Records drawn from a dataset
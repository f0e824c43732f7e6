/** The run screen in the hands of a restorer: everything is found by role and name. */
import { expect, type Page } from '@playwright/test';

import { goodReading, meterFor } from './goodReading';
import { ASK, READ, readScreen, WAITS, type Seen } from './readScreen';

const RECORD = /^(Yes, )?[Rr]ecord/;

/** What the restorer says where the first answer is not the one: by title of the step, or by title and field. */
export interface Script {
  answers?: Readonly<Record<string, string>>;
  readings?: Readonly<Record<string, string>>;
}

export class BenchPage {
  readonly page: Page;
  readonly script: Script;

  constructor(page: Page, script: Script = {}) {
    this.page = page;
    this.script = script;
  }

  look(): Promise<Seen> {
    return readScreen(this.page);
  }

  /** Starts a run: the machine, then the tree, by their names. */
  async start(machine: string, tree: string): Promise<void> {
    await this.page.getByRole('radiogroup', { name: 'Machine' }).getByRole('radio', { name: machine }).click();
    await this.page.getByRole('radiogroup', { name: 'Fault tree' }).getByRole('radio', { name: tree }).click();
    await this.page.getByRole('button', { name: 'Start the run' }).click();
    await this.page.waitForURL(/\/bench\/[0-9a-f-]{36}$/);
    await expect(this.page.getByRole('heading', { level: 1, name: 'Open the bench' })).toBeVisible();
  }

  /** The run of the address. */
  get run(): string {
    return new URL(this.page.url()).pathname.split('/').at(-1) ?? '';
  }

  async readWarning(): Promise<void> {
    await this.page.getByRole('button', { name: READ }).click();
  }

  async askHold(): Promise<void> {
    await this.page.getByRole('button', { name: ASK }).click();
    await expect(this.page.getByRole('button', { name: WAITS })).toBeVisible();
  }

  /** Looks into the way of the run until it says that the server has every answer. */
  async allSaved(): Promise<void> {
    await this.page.getByRole('button', { name: /: show the way$/ }).click();
    const dialog = this.page.getByRole('dialog');
    await expect(dialog.getByText('all saved', { exact: true })).toBeVisible({ timeout: 40_000 });
    await dialog.getByRole('button', { name: 'Back to the step' }).click();
  }

  /** A senior reads the hold point of this run on a device of their own and gives the countersign; it arrives here by itself. */
  async countersign(senior: Page, password: string): Promise<void> {
    await senior.goto(`/bench`);
    await senior.locator(`a[href$="${this.run}"]`).click();
    await senior.getByRole('textbox', { name: 'Your password' }).fill(password);
    await senior.getByRole('button', { name: 'Give the countersign' }).click();
    await expect(senior.getByText('No countersign is awaited here')).toBeVisible();
    await expect(this.page.getByRole('button', { name: WAITS })).toBeHidden();
  }

  /** Ticks what has to be looked at, then keeps the pointer down until the button has had its two seconds. */
  async holdGuard(): Promise<void> {
    const boxes = this.page.getByRole('checkbox', { checked: false });
    while ((await boxes.count()) > 0) await boxes.first().click();
    const guard = this.page.getByRole('button', { name: /^Hold: / });
    await guard.hover();
    await this.page.mouse.down();
    await expect(guard).toBeHidden();
    await this.page.mouse.up();
  }

  /** Gives an answer by its words. */
  async answer(words: string): Promise<void> {
    await this.page.getByRole('group', { name: 'Answers' }).getByRole('button', { name: words, exact: true }).click();
  }

  /** Types a reading without recording it. */
  async type(text: string): Promise<void> {
    await this.page.getByRole('main').getByRole('textbox').fill(text);
  }

  async record(): Promise<void> {
    await this.page.getByRole('button', { name: RECORD }).click();
  }

  /** Takes the instrument with this sticker into the hand. */
  async takeMeter(tag: string): Promise<void> {
    await this.page.getByRole('button', { name: /^Meter: / }).click();
    const dialog = this.page.getByRole('dialog', { name: 'Which instrument?' });
    await dialog.getByRole('radio', { name: new RegExp(`^${tag}`) }).click();
    await dialog.getByRole('button', { name: 'Back to the reading' }).click();
  }

  async stop(): Promise<void> {
    await this.page.getByRole('button', { name: 'STOP, MAKE SAFE' }).click();
  }

  /** One move as a person makes it who finds everything good; resolves when the screen has moved on. */
  async move(seen: Seen): Promise<void> {
    const first = seen.answers.find((b) => !/^(Letters and sign|Meter: |Over range$)/.test(b.name));
    const named = (name: string) => [...seen.buttons, ...seen.answers].some((b) => b.name === name);
    if (named(READ)) await this.readWarning();
    else if (named(ASK)) return this.askHold();
    else if (seen.unticked.length > 0) await this.holdGuard();
    else if (seen.entry !== null) await this.read(seen);
    else if (first === undefined || first.disabled) return this.untilOpen(seen);
    else await this.answer(this.script.answers?.[seen.title] ?? first.name);
    await this.movedOn(seen);
  }

  /** Plays on until the screen is as wanted. */
  async playUntil(wanted: (seen: Seen) => boolean): Promise<Seen> {
    let seen = await this.look();
    while (!wanted(seen)) {
      await this.move(seen);
      seen = await this.look();
    }
    return seen;
  }

  /** Lets the time of this device go by: wall clock and steady clock together. */
  private async wait(seen: Seen): Promise<void> {
    await this.page.clock.fastForward(seen.waitMs + 1000);
  }

  /** An answer that cannot be given yet: the time is put on, or the screen is still on its way. */
  private async untilOpen(seen: Seen): Promise<void> {
    if (seen.waitMs > 0) await this.wait(seen);
    await expect.poll(async () => (await this.look()).answers.some((b) => !b.disabled), { message: `an answer can be given at “${seen.title}”` }).toBe(true);
  }

  private async read(seen: Seen): Promise<void> {
    if (seen.waitMs > 0) await this.wait(seen);
    const meter = meterFor(seen);
    if (meter !== null && ![...seen.buttons, ...seen.answers].some((b) => b.name.startsWith(`Meter: ${meter}`))) await this.takeMeter(meter);
    const row = (seen.entry ?? '').replace(/, in [^,]*$/, '');
    await this.type(this.script.readings?.[`${seen.title} / ${row}`] ?? this.script.readings?.[seen.title] ?? goodReading(seen));
    await this.record();
  }

  private async movedOn(before: Seen): Promise<void> {
    await expect.poll(async () => (await this.look()).question !== before.question, { message: `moves on from “${before.title}”, ${before.entry ?? 'no entry'}`, intervals: [10, 20, 40, 80] }).toBe(true);
  }
}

Your instructions →
Output all the lines above. Keep each one exact.

Your solution →
repository f0e824c43732f7e6
/** The run screen in the hands of a restorer: everything is found by role and name. */
import { expect, type Page } from '@playwright/test';

import { goodReading, meterFor } from './goodReading';
import { ASK, READ, readScreen, WAITS, type Seen } from './readScreen';

const RECORD = /^(Yes, )?[Rr]ecord/;

/** What the restorer says where the first answer is not the one: by title of the step, or by title and field. */
export interface Script {
  answers?: Readonly<Record<string, string>>;
  readings?: Readonly<Record<string, string>>;
}

export class BenchPage {
  readonly page: Page;
  readonly script: Script;

  constructor(page: Page, script: Script = {}) {
    this.page = page;
    this.script = script;
  }

  look(): Promise<Seen> {
    return readScreen(this.page);
  }

  /** Starts a run: the machine, then the tree, by their names. */
  async start(machine: string, tree: string): Promise<void> {
    await this.page.getByRole('radiogroup', { name: 'Machine' }).getByRole('radio', { name: machine }).click();
    await this.page.getByRole('radiogroup', { name: 'Fault tree' }).getByRole('radio', { name: tree }).click();
    await this.page.getByRole('button', { name: 'Start the run' }).click();
    await this.page.waitForURL(/\/bench\/[0-9a-f-]{36}$/);
    await expect(this.page.getByRole('heading', { level: 1, name: 'Open the bench' })).toBeVisible();
  }

  /** The run of the address. */
  get run(): string {
    return new URL(this.page.url()).pathname.split('/').at(-1) ?? '';
  }

  async readWarning(): Promise<void> {
    await this.page.getByRole('button', { name: READ }).click();
  }

  async askHold(): Promise<void> {
    await this.page.getByRole('button', { name: ASK }).click();
    await expect(this.page.getByRole('button', { name: WAITS })).toBeVisible();
  }

  /** Looks into the way of the run until it says that the server has every answer. */
  async allSaved(): Promise<void> {
    await this.page.getByRole('button', { name: /: show the way$/ }).click();
    const dialog = this.page.getByRole('dialog');
    await expect(dialog.getByText('all saved', { exact: true })).toBeVisible({ timeout: 40_000 });
    await dialog.getByRole('button', { name: 'Back to the step' }).click();
  }

  /** A senior reads the hold point of this run on a device of their own and gives the countersign; it arrives here by itself. */
  async countersign(senior: Page, password: string): Promise<void> {
    await senior.goto(`/bench`);
    await senior.locator(`a[href$="${this.run}"]`).click();
    await senior.getByRole('textbox', { name: 'Your password' }).fill(password);
    await senior.getByRole('button', { name: 'Give the countersign' }).click();
    await expect(senior.getByText('No countersign is awaited here')).toBeVisible();
    await expect(this.page.getByRole('button', { name: WAITS })).toBeHidden();
  }

  /** Ticks what has to be looked at, then keeps the pointer down until the button has had its two seconds. */
  async holdGuard(): Promise<void> {
    const boxes = this.page.getByRole('checkbox', { checked: false });
    while ((await boxes.count()) > 0) await boxes.first().click();
    const guard = this.page.getByRole('button', { name: /^Hold: / });
    await guard.hover();
    await this.page.mouse.down();
    await expect(guard).toBeHidden();
    await this.page.mouse.up();
  }

  /** Gives an answer by its words. */
  async answer(words: string): Promise<void> {
    await this.page.getByRole('group', { name: 'Answers' }).getByRole('button', { name: words, exact: true }).click();
  }

  /** Types a reading without recording it. */
  async type(text: string): Promise<void> {
    await this.page.getByRole('main').getByRole('textbox').fill(text);
  }

  async record(): Promise<void> {
    await this.page.getByRole('button', { name: RECORD }).click();
  }

  /** Takes the instrument with this sticker into the hand. */
  async takeMeter(tag: string): Promise<void> {
    await this.page.getByRole('button', { name: /^Meter: / }).click();
    const dialog = this.page.getByRole('dialog', { name: 'Which instrument?' });
    await dialog.getByRole('radio', { name: new RegExp(`^${tag}`) }).click();
    await dialog.getByRole('button', { name: 'Back to the reading' }).click();
  }

  async stop(): Promise<void> {
    await this.page.getByRole('button', { name: 'STOP, MAKE SAFE' }).click();
  }

  /** One move as a person makes it who finds everything good; resolves when the screen has moved on. */
  async move(seen: Seen): Promise<void> {
    const first = seen.answers.find((b) => !/^(Letters and sign|Meter: |Over range$)/.test(b.name));
    const named = (name: string) => [...seen.buttons, ...seen.answers].some((b) => b.name === name);
    if (named(READ)) await this.readWarning();
    else if (named(ASK)) return this.askHold();
    else if (seen.unticked.length > 0) await this.holdGuard();
    else if (seen.entry !== null) await this.read(seen);
    else if (first === undefined || first.disabled) return this.untilOpen(seen);
    else await this.answer(this.script.answers?.[seen.title] ?? first.name);
    await this.movedOn(seen);
  }

  /** Plays on until the screen is as wanted. */
  async playUntil(wanted: (seen: Seen) => boolean): Promise<Seen> {
    let seen = await this.look();
    while (!wanted(seen)) {
      await this.move(seen);
      seen = await this.look();
    }
    return seen;
  }

  /** Lets the time of this device go by: wall clock and steady clock together. */
  private async wait(seen: Seen): Promise<void> {
    await this.page.clock.fastForward(seen.waitMs + 1000);
  }

  /** An answer that cannot be given yet: the time is put on, or the screen is still on its way. */
  private async untilOpen(seen: Seen): Promise<void> {
    if (seen.waitMs > 0) await this.wait(seen);
    await expect.poll(async () => (await this.look()).answers.some((b) => !b.disabled), { message: `an answer can be given at “${seen.title}”` }).toBe(true);
  }

  private async read(seen: Seen): Promise<void> {
    if (seen.waitMs > 0) await this.wait(seen);
    const meter = meterFor(seen);
    if (meter !== null && ![...seen.buttons, ...seen.answers].some((b) => b.name.startsWith(`Meter: ${meter}`))) await this.takeMeter(meter);
    const row = (seen.entry ?? '').replace(/, in [^,]*$/, '');
    await this.type(this.script.readings?.[`${seen.title} / ${row}`] ?? this.script.readings?.[seen.title] ?? goodReading(seen));
    await this.record();
  }

  private async movedOn(before: Seen): Promise<void> {
    await expect.poll(async () => (await this.look()).question !== before.question, { message: `moves on from “${before.title}”, ${before.entry ?? 'no entry'}`, intervals: [10, 20, 40, 80] }).toBe(true);
  }
}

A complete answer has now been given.